» **Task directions**:
Give back exactly the lines from the one containing "export const revisionQuery" through the end of the records, including both, and no others.

» **Data excerpts**:
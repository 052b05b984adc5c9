import { queryOptions } from '@tanstack/react-query'
import type { Revision } from '#shared/schemas/gear'
import type { ApiClient } from '../../../lib/api-client'

async function fetchRevision(api: ApiClient, slug: string, number: number, signal: AbortSignal): Promise<Revision> {
  const [answer, { revisionSchema }] = await Promise.all([
    api.get(`/gear/${encodeURIComponent(slug)}/revisions/${number}`, signal),
    import('#shared/schemas/gear'),
  ])
  return revisionSchema.parse(answer)
}

/** One approved state with all its values. It never changes. */
export const revisionQuery = (api: ApiClient, slug: string, number: number) =>
  queryOptions({
    queryKey: ['gear', slug, 'revisions', number],
    queryFn: ({ signal }) => fetchRevision(api, slug, number, signal),
    staleTime: Infinity,
  })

» **Expected answer**:
export const revisionQuery = (api: ApiClient, slug: string, number: number) =>
  queryOptions({
    queryKey: ['gear', slug, 'revisions', number],
    queryFn: ({ signal }) => fetchRevision(api, slug, number, signal),
    staleTime: Infinity,
  })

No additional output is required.